Tragedia sulla Monopoli-Castellana, auto si schianta contro muretto a secco: un morto sulla sp237

Un uomo di circa 60 anni è morto nella tarda mattinata di oggi in un incidente stradale avvenuto sulla provinciale che collega Monopoli a Castellana Grotte, in provincia di Bari.

Due i mezzi coinvolti: l’auto guidata dalla vittima e un trattore. Secondo una prima ricostruzione, il 60enne, forse per scansare il mezzo agricolo, è finito con l’auto contro un muretto a secco. Soccorso dal personale del 118, è morto poco al suo arrivo in ospedale. Sull’accaduto indagano gli agenti della polizia locale di Monopoli che procederanno al sequestro dei mezzi.

Andria, schianto moto-trattore sulla tangenziale: grave centauro 48enne. Illeso l’agricoltore

Un motociclista di 48 anni è rimasto gravemente ferito in un incidente stradale avvenuto questa mattina sulla tangenziale di Andria in direzione nord.

Secondo quanto ricostruito finora, l’uomo era in sella a una moto di grossa cilindrata che, per cause in fase di accertamento, si è scontrata con un trattore. Il 48enne ha riportato una contusione toracica e una grave frattura a un ginocchio.

Soccorso dal personale del 118, è stato classificato come codice rosso e trasportato all’ospedale Bonomo. Illeso il conducente del mezzo agricolo. Sull’accaduto indaga la polizia.

Auto fuori strada in A16, Altamura piange il 62enne Alessandro Scozzo: ferita la moglie

Altamura piange il 62enne Alessandro Scozzo, deceduto in un incidente stradale avvenuto ieri sull’A16 vicino al casello di Grottaminarda, in direzione di Napoli.
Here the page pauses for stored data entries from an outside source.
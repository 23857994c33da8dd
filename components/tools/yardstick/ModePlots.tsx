'use client'

import { useMemo } from 'react'
import { UnderlineChoice } from '@/components/ui/UnderlineChoice'
import { plotQuantity, plotRatio } from '@/lib/domain/tools/yardstick/curves'
import { plotExposure } from '@/lib/domain/tools/yardstick/plotExposure'
import { readValues } from '@/lib/domain/tools/yardstick/inverseFields'
import { quantityOf } from '@/lib/domain/tools/yardstick/quantities'
import type { YardstickState } from '@/lib/domain/tools/yardstick/state'
import type { ReadyUniverse } from '@/lib/domain/tools/yardstick/universes'
import type { YardstickView } from '@/lib/domain/tools/yardstick/viewOf'
import { drawChoices } from './drawChoices'
import { HistoryPlot } from './HistoryPlot'
import { QuantityPlot } from './QuantityPlot'

export interface ModePlotsProps {
  view: YardstickView
  reference: ReadyUniverse
  onChange: (next: Partial<YardstickState>) => void
  onPoint: (z: number | null) => void
}

const HEIGHT = 372
const capital = (words: string) => words.charAt(0).toUpperCase() + words.slice(1)

/** The quantity chosen against redshift, beside the history of each universe or the exposure it asks for. */
export function ModePlots({ view, reference, onChange, onPoint }: ModePlotsProps) {
  const { state, ready: universes, redshifts } = view
  const { mode } = state
  // The way back draws what is known, with the values given; a survey the volume its shells are made of.
  const draw = mode === 'inverse' ? state.from : mode === 'survey' ? 'differentialVolumeMpc3Sr' : state.draw
  const compare = mode === 'compare'
  const quantity = quantityOf(draw)
  const plot = useMemo(
    () =>
      compare ? plotRatio(universes, reference, draw, redshifts) : plotQuantity(universes, draw, redshifts),
    [compare, universes, reference, draw, redshifts],
  )
  const exposure = useMemo(
    () => (compare ? plotExposure(universes, reference, redshifts) : null),
    [compare, universes, reference, redshifts],
  )
  const name = capital(quantity?.name ?? draw)
  const against =
    draw === 'distanceModulusMag' ? `minus that of ${reference.name}, mag` : `over that of ${reference.name}`
  return (
    <>
      {mode === 'inverse' || mode === 'survey' ? null : (
        <div className="mt-7">
          <UnderlineChoice
            label="Draw"
            shown
            options={drawChoices(draw)}
            value={draw}
            onChange={(value) => onChange({ draw: value })}
          />
        </div>
      )}
      <div className="mt-6 grid gap-x-10 gap-y-8 xl:grid-cols-[minmax(0,1.9fr)_minmax(0,1fr)]">
        <QuantityPlot
          title={compare ? `${name} ${against}` : quantity?.unit ? `${name}, ${quantity.unit}` : name}
          name={compare ? `${name} ${against}` : name}
          plot={plot}
          redshifts={redshifts}
          decimals={compare ? 4 : (quantity?.decimals ?? 1)}
          yDomain={
            compare ? around(plot.curves.flatMap(({ points }) => points.map(([, y]) => y))) : undefined
          }
          guides={mode === 'inverse' ? guidesOf(view) : undefined}
          fileName={compare ? 'yardstick-ratio' : 'yardstick-curve'}
          height={HEIGHT}
          onPoint={onPoint}
        />
        {exposure ? (
          <QuantityPlot
            title="Exposure, sky-limited, ratio"
            name={`Exposure time of a source of given luminosity where the sky limits, ${reference.name} = 1,`}
            plot={exposure}
            redshifts={redshifts}
            decimals={3}
            yDomain={around(exposure.curves.flatMap(({ points }) => points.map(([, y]) => y)))}
            fileName="yardstick-exposure"
            height={HEIGHT}
          />
        ) : (
          <HistoryPlot universes={universes} height={HEIGHT} />
        )}
      </div>
    </>
  )
}

const MOST_GUIDES = 4

/** The values looked for, as levels of the plot. */
function guidesOf({ state, sheet }: YardstickView) {
  const { values } = readValues(state.values, state.from)
  const found = values.filter((_, row) =>
    sheet?.rows[row]?.cells.slice(1).some(({ value }) => value !== null),
  )
  const words = new Map(found.map(({ text, value }) => [text, value]))
  return words.size > MOST_GUIDES ? [] : [...words].map(([text, y]) => ({ y, words: text }))
}

/** A little more than the values span, so that a line along an edge is seen. */
function around(values: readonly number[]): readonly [number, number] | undefined {
  if (values.length === 0) return undefined
  const low = values.reduce((a, b) => Math.min(a, b), Infinity)
  const high = values.reduce((a, b) => Math.max(a, b), -Infinity)
  const room = (high - low || 0.1) * 0.12
  return [low - room, high + room]
}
L’auto guidata dall’uomo è finita fuori strada, schiantandosi contro il guardrail. A bordo anche la moglie 53enne, ricoverata in prognosi riservata nell’ospedale di Avellino a causa dei traumi e fratture riportate. La coppia si stava recando ad una festa di compleanno in famiglia. Sul posto è intervenuto il 118.

 

Schianto in moto nello Spezzino: Casamassima piange la 32enne Federica Tripoli. Donati gli organi

Casamassima piange la 32enne Federica Tripoli, tenente di vascello della Marina Militare Italiana deceduta in un incidente stradale avvenuto nello Spezzino.

La donna era a bordo della sua moto, inutile la corsa all’ospedale San Martino di Genova dove è deceduta in seguito alle gravi ferite riportate.

La famiglia ha dato il consenso alla donazione degli organi che ha permesso di salvare la vita a cinque persone.